And.. String literals are &str.

• Don't mess up with immutable/mutable borrowing rule

• UTF-8 encoded text might be multibyte. So we need to take care of that too

String Slices as parameters

• It is better to pass string slice &string[..] (whole string) as parameter instead of whole string &string.

Other slices

• We can use slices for arrays too let slice = &array[1..3];

Using Structs to structure related data

struct User {
    username: String,
    email: String,
    sign_in_count: u64,
    active: bool,
} // struct definition

• data inside curly braces are called fields

let user1 = User {
    //key:value
    email: String::from("someone@example.com"),
    username: String::from("someusername123"),
    active: true,
    sign_in_count: 1,   
};// creaing an instance of the User struct

• To change the value, instance must be mutable too!

Fields init Shorthand

• When the parameters are same as the key , we can omit that

fn build_user(email: String, username: String) -> User {
    User {
        email, // instead of email:email;
        username,
        active: true,
        sign_in_count: 1,
    }
}

Creating instances from Other Instance

struct update syntax

let user2 = User {
        email: String::from("another@example.com"),
        username: String::from("anotherusername567"),
        ..user1 // rest of the values are same as that of user1
    };

Create different Types using tuple structs

Tuple structs : structs without named fields

struct Color(i32, i32, i32);
let black = Color(0, 0, 0);

• You cannot pass many tuple structs with same fields as a parameter for a function : Behaves like tuples

• again, keep in mind the lifetime parameter. (Explained later)

Printing structure for debugging

// here add this.

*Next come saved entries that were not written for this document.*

#[test]
fn cells_that_must_be_filled_are_asked_for() {
    check(
        &panel("S3,A,,1,2"),
        &["error: panels.csv row 4, X to: the cell is empty; allowed the name of an X gridline; \
             fill it, or clear the whole row"],
    );
    check(
        &panel(",A,C,1,2"),
        &["error: panels.csv row 4, Panel: the cell is empty; allowed a name of up to 40 characters; \
             fill it, or clear the whole row"],
    );
    check(
        &of(&[("panels.csv", "Panel,X from,X too,Y from,Y to\nS1,A,B,1,2\n")]),
        &[
            "error: panels.csv row 1: the column X to is missing; add it; nearest is \"X too\"",
            "warning: panels.csv row 1, X too: the column is not known on Panels and is not used; \
             if it is meant to be X to, correct the heading",
        ],
    );
    check(
        &of(&[("panels.csv", "list of panels\n\nS1,A,B,1,2\n")]),
        &["error: panels.csv row 1: no row of headings is found in the first 50 rows; \
             write a row of headings with at least Panel, X from, X to, Y from, Y to"],
    );
}

#[test]
fn headings_are_checked() {
    let with = |heading: &str| of(&[("gridlines.csv", &GRIDLINES.replace("Position (m)", heading))]);
    for good in ["Position", " POSITION ( M )", "position[m]", "Position\u{a0}(m)"] {
        check(&with(good), &[]);
    }
    check(
        &with("Position (ft)"),
        &["error: gridlines.csv row 1, Position (ft): the unit is \"ft\"; allowed m, mm, cm; \
             write the heading as Position (m)"],
    );
    check(
        &of(&[("loose_panels.csv", "Panel,Short span (mm),Long span (mm)\nR1,3.1,4200\n")]),
        &["error: loose_panels.csv row 2, Short span (mm): read \"3.1\" mm, that is 0.0031 m; \
             allowed 0.3 to 30 m; correct the number, or the unit in the heading"],
    );
    check(
        &of(&[(
            "gridlines.csv",
            &GRIDLINES.replace("Axis", "Axis,axis").replace(",X,", ",X,X,").replace(",Y,", ",Y,Y,"),
        )]),
        &["error: gridlines.csv row 1, axis: the heading is there twice, first in column 2; \
             delete or rename one of the two columns"],
    );
    check(
        &of(&[("loose_panels.csv", "Panel,Short span,Long span,Thicknes,Colour,\nR1,3.1,4.2,200,red,x\n")]),
        &[
            "warning: loose_panels.csv row 1, Thicknes: the column is not known on Loose panels and is not used; \
             if it is meant to be Thickness, correct the heading",
            "note: loose_panels.csv row 1, Colour: the column is not known on Loose panels and is not used",
            "note: loose_panels.csv row 2: read \"x\" under no heading; such cells are not used",
        ],
    );
}

#[test]
fn a_row_longer_than_the_headings_is_refused() {
    check(
        &panel("S3,A,C,1,2,150,1,5,2.5,,,"),
        &[
            "error: panels.csv row 4: the row has 12 cells, the headings have 11; write numbers with a decimal \
             point, and put a cell that holds a comma in quotation marks",
        ],
    );
}

#[test]
fn wrong_criteria_are_refused() {
    for (row, expected) in [
        (
            "Cube strenght fcu,35,",
            "error: criteria.csv row 2, Item: read \"Cube strenght fcu\"; no item has this name; \
             correct the name or delete the row; nearest is \"Cube strength fcu\"",
        ),
        (
            "Cube strength fcu (N/mm2),500,",
            "error: criteria.csv row 2, Cube strength fcu (N/mm2): read \"500\"; allowed 20 to 60; \
             correct the number",
        ),
        (
            "Yield strength fy,420,",
            "error: criteria.csv row 2, Yield strength fy: read \"420\"; allowed one of 250, 460, 500 N/mm2; \
             correct the number",
        ),
        (
            "Exposure,sever,",
            "error: criteria.csv row 2, Exposure: read \"sever\"; allowed mild | moderate | severe; \
             write one of these words; nearest is \"severe\"",
        ),
        (
            "Thickness,0.15,ft",
            "error: criteria.csv row 2, Unit: the unit is \"ft\"; allowed mm, cm, m; \
             correct the unit, and the value with it",
        ),
        (
            "Thickness (m),0.15,mm",
            "error: criteria.csv row 2, Unit: read \"mm\"; the item gives another unit; give the unit once",
        ),
        (
            "Dead load factor (kN),1.4,",
            "error: criteria.csv row 2, Item: the unit is \"kN\"; allowed no unit; \
             correct the unit, and the value with it",
        ),
        (
            "Thickness options,150175,mm",
            "error: criteria.csv row 2, Thickness options: read \"150175\"; allowed a list of numbers, \
             each 75 to 1000 mm; a list typed as 150,175 may have arrived as 150175: write 150; 175",
        ),
        (
            "Bar sizes,10; 14,mm",
            "error: criteria.csv row 2, Bar sizes: read \"10; 14\"; \
             allowed a list from 6, 8, 10, 12, 16, 20, 25, 32 mm; correct the list",
        ),
        (
            "Date,31/03/2026,",
            "error: criteria.csv row 2, Date: read \"31/03/2026\"; allowed a date written as 2026-03-31; \
             write year, month and day as in 2026-03-31",
        ),
        (
            "Top cover,25,\nTop  Cover (mm),30,",
            "error: criteria.csv row 3, Top  Cover (mm): the item is already in row 2; keep one of the two rows",
        ),
        (
            "Least spacing,250,\nGreatest spacing,200,",
            "error: criteria.csv row 2, Least spacing: read \"250\"; \
             allowed not above the greatest spacing, 200 mm; correct the two values",
        ),
        (
            "Greatest spacing,75,",
            "error: criteria.csv: Least spacing (mm) takes its default, 100; \
             allowed not above the greatest spacing, 75 mm; state both values",
        ),
        (
            ",35,",
            "error: criteria.csv row 2, Item: the cell is empty; allowed a name of up to 40 characters; \
             fill it, or clear the whole row",
        ),
    ] {
        check(&item(row), &[expected]);
    }
}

This is called deriving Debug Trait
#[derive(Debug)] 
struct Rectangle {
    width: u32,
    height: u32,
}
fn main() {
    let rect1 = Rectangle {
        width: 30,
        height: 50,
    };
    println!("rect1 is {:?}", rect1); //Notice the :? inside
    // prints rect1 is Rectangle { width: 30, height: 50 }
}

• println!("rect1 is {:?#}", rect1); even prints with line breaks (pretty print)

Methods

Defining Methods

//after defining struct in above code
impl Rectangle {
    fn area(&self) -> u32 {
        self.width * self.height
}

• &self knows that it is &Rectangle because it is implemented inside imp Rectangle context.
• &self because we want to borrow the ownership when we have to read.
• we'd use &mut self to change the instance that we’ve called the method on as part of what the method does.

Where's the -> operator?

• Rust has automatic referencing and dereferencing while calling methods. so it automatically adds in &, &mut, or * so object matches the signature of the method.
• This automatic referencing behavior works because methods have a clear receiver—the type of self

Methods with more parameters

• rect1.can_hold(&rect2));. here one instance has a method taking another instance as a parameter.
• To use this we add this in the imp Rectangle block:

fn can_hold(&self, other: &Rectangle) -> bool {
    ...
}

so &self makes rust clear which instance it is taking about.

Associated Functions

useful for creating Constructors

impl Rectangle {
    fn square(size: u32) -> Rectangle {
        Rectangle { width: size, height: size }
    }
}

• to call this we use let sq = Rectangle::square(3).
• The function is namespaced by the struct

Multiple impl Blocks

We can use many such impl { } blocks for the same struct. (useful for generic types and traits)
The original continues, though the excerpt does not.